- Born: France
- Occupation: Entrepreneur
- Years active: 1999–present
- Known for: Founding Mobile 365, TransferTo, Thunes and Triple-A
- Title: Founder and Chief Executive Officer

= Eric Barbier (entrepreneur) =

French business executive

Eric Barbier is a French entrepreneur and business executive. He is the founder and chief executive officer of Triple-A, a Singapore-based digital payments company. Previously, he co-founded the mobile messaging company Mobile 365 and founded the cross-border payments company TransferTo, whose payments business later became Thunes.

==Career==
In 1999, Barbier co-founded Mobile 365, a mobile messaging company. The company was acquired by Sybase in 2006.

After the acquisition, Barbier moved to Singapore and founded TransferTo, which focused on cross-border mobile payments and remittances. TransferTo's payments business later became Thunes.

==Triple-A==
In 2020, Barbier founded Triple-A, a Singapore-based financial technology company focused on cryptocurrency and digital-asset payments. The company received a Digital Payment Token licence from the Monetary Authority of Singapore in 2021.

In 2022, Triple-A raised US$4 million in seed funding led by zVentures, the corporate venture arm of Razer. In 2023, Triple-A raised a US$10 million Series A funding round led by Peak XV Partners. At the time, TechCrunch described Barbier as a serial fintech founder whose previous ventures included Mobile 365 and Thunes.

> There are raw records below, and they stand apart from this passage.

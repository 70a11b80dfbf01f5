package correlations

import "testing"

// Benchmarks of every oil family function at oil 1 of the six-oil table (a light oil with
// separator conditions), with ReportAllocs and a package-level sink.

var benchSink float64

var benchOil = Oil{API: 47.1, GasGravity: 0.851, Temperature: 250, SepPressure: 164.7, SepTemperature: 60}

func benchPb(b *testing.B, f func(float64, Oil) (float64, error)) {
	b.ReportAllocs()
	for b.Loop() {
		v, _ := f(751, benchOil)
		benchSink += v
	}
}

func benchRs(b *testing.B, f func(float64, Oil) (float64, error)) {
	b.ReportAllocs()
	for b.Loop() {
		v, _ := f(2000, benchOil)
		benchSink += v
	}
}

func benchBo(b *testing.B, f func(float64, float64, Oil) (float64, error)) {
	b.ReportAllocs()
	for b.Loop() {
		v, _ := f(2377, 751, benchOil)
		benchSink += v
	}
}

func benchCo(b *testing.B, f func(float64, float64, float64, Oil) (float64, error), p float64) {
	b.ReportAllocs()
	for b.Loop() {
		v, _ := f(p, 2377, 751, benchOil)
		benchSink += v
	}
}

func BenchmarkStandingBubblePoint(b *testing.B)     { benchPb(b, StandingBubblePoint) }
func BenchmarkStandingSolutionGOR(b *testing.B)     { benchRs(b, StandingSolutionGOR) }
func BenchmarkVasquezBeggsBubblePoint(b *testing.B) { benchPb(b, VasquezBeggsBubblePoint) }
func BenchmarkVasquezBeggsSolutionGOR(b *testing.B) { benchRs(b, VasquezBeggsSolutionGOR) }
func BenchmarkGlasoBubblePoint(b *testing.B)        { benchPb(b, GlasoBubblePoint) }
func BenchmarkGlasoSolutionGOR(b *testing.B)        { benchRs(b, GlasoSolutionGOR) }
func BenchmarkAlMarhounBubblePoint(b *testing.B)    { benchPb(b, AlMarhounBubblePoint) }
func BenchmarkAlMarhounSolutionGOR(b *testing.B)    { benchRs(b, AlMarhounSolutionGOR) }
func BenchmarkPetroskyFarshadBubblePoint(b *testing.B) {
	benchPb(b, PetroskyFarshadBubblePoint)
}
func BenchmarkPetroskyFarshadSolutionGOR(b *testing.B) {
	benchRs(b, PetroskyFarshadSolutionGOR)
}
func BenchmarkKartoatmodjoSchmidtBubblePoint(b *testing.B) {
	benchPb(b, KartoatmodjoSchmidtBubblePoint)
}
func BenchmarkKartoatmodjoSchmidtSolutionGOR(b *testing.B) {
	benchRs(b, KartoatmodjoSchmidtSolutionGOR)
}
func BenchmarkLasaterBubblePoint(b *testing.B)     { benchPb(b, LasaterBubblePoint) }
func BenchmarkLasaterSolutionGOR(b *testing.B)     { benchRs(b, LasaterSolutionGOR) }
func BenchmarkValkoMcCainBubblePoint(b *testing.B) { benchPb(b, ValkoMcCainBubblePoint) }
func BenchmarkValkoMcCainSolutionGOR(b *testing.B) { benchRs(b, ValkoMcCainSolutionGOR) }

func BenchmarkVelardeSolutionGOR(b *testing.B) {
	b.ReportAllocs()
	for b.Loop() {
		v, _ := VelardeSolutionGOR(1500, 2377, 751, benchOil)
		benchSink += v
	}
}

func BenchmarkStandingOilFVF(b *testing.B)            { benchBo(b, StandingOilFVF) }
func BenchmarkVasquezBeggsOilFVF(b *testing.B)        { benchBo(b, VasquezBeggsOilFVF) }
func BenchmarkGlasoOilFVF(b *testing.B)               { benchBo(b, GlasoOilFVF) }
func BenchmarkAlMarhounOilFVF(b *testing.B)           { benchBo(b, AlMarhounOilFVF) }
func BenchmarkPetroskyFarshadOilFVF(b *testing.B)     { benchBo(b, PetroskyFarshadOilFVF) }
func BenchmarkKartoatmodjoSchmidtOilFVF(b *testing.B) { benchBo(b, KartoatmodjoSchmidtOilFVF) }
func BenchmarkMcCainOilFVF(b *testing.B)              { benchBo(b, McCainOilFVF) }

func BenchmarkVasquezBeggsCo(b *testing.B) { benchCo(b, VasquezBeggsCo, 4000) }
func BenchmarkVasquezBeggsRelativeVolume(b *testing.B) {
	benchCo(b, VasquezBeggsRelativeVolume, 4000)
}
func BenchmarkPetroskyFarshadCo(b *testing.B) { benchCo(b, PetroskyFarshadCo, 4000) }
func BenchmarkPetroskyFarshadRelativeVolume(b *testing.B) {
	benchCo(b, PetroskyFarshadRelativeVolume, 4000)
}
func BenchmarkSpiveyCo(b *testing.B)             { benchCo(b, SpiveyCo, 4000) }
func BenchmarkSpiveyRelativeVolume(b *testing.B) { benchCo(b, SpiveyRelativeVolume, 4000) }
func BenchmarkMcCainRollinsVillenaCo(b *testing.B) {
	benchCo(b, McCainRollinsVillenaCo, 1500)
}

func BenchmarkOilDensity(b *testing.B) {
	b.ReportAllocs()
	for b.Loop() {
		v, _ := OilDensity(751, 1.528, benchOil)
		benchSink += v
	}
}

In January 2024, Singapore payment platform AXS partnered with Triple-A to enable users to pay selected bills, taxes, fines and other services using digital currencies including Bitcoin, Ether, Tether and USD Coin.

The following year, Triple-A partnered with travel platform Wego to introduce stablecoin payments for flight and hotel bookings and with FARFETCH Partner to bring digital currency payments to luxury shopping.

In 2026, Triple-A's French entity, PayTop, obtained a Crypto-Asset Service Provider licence under the European Union's Markets in Crypto-Assets framework from the Financial Markets Authority.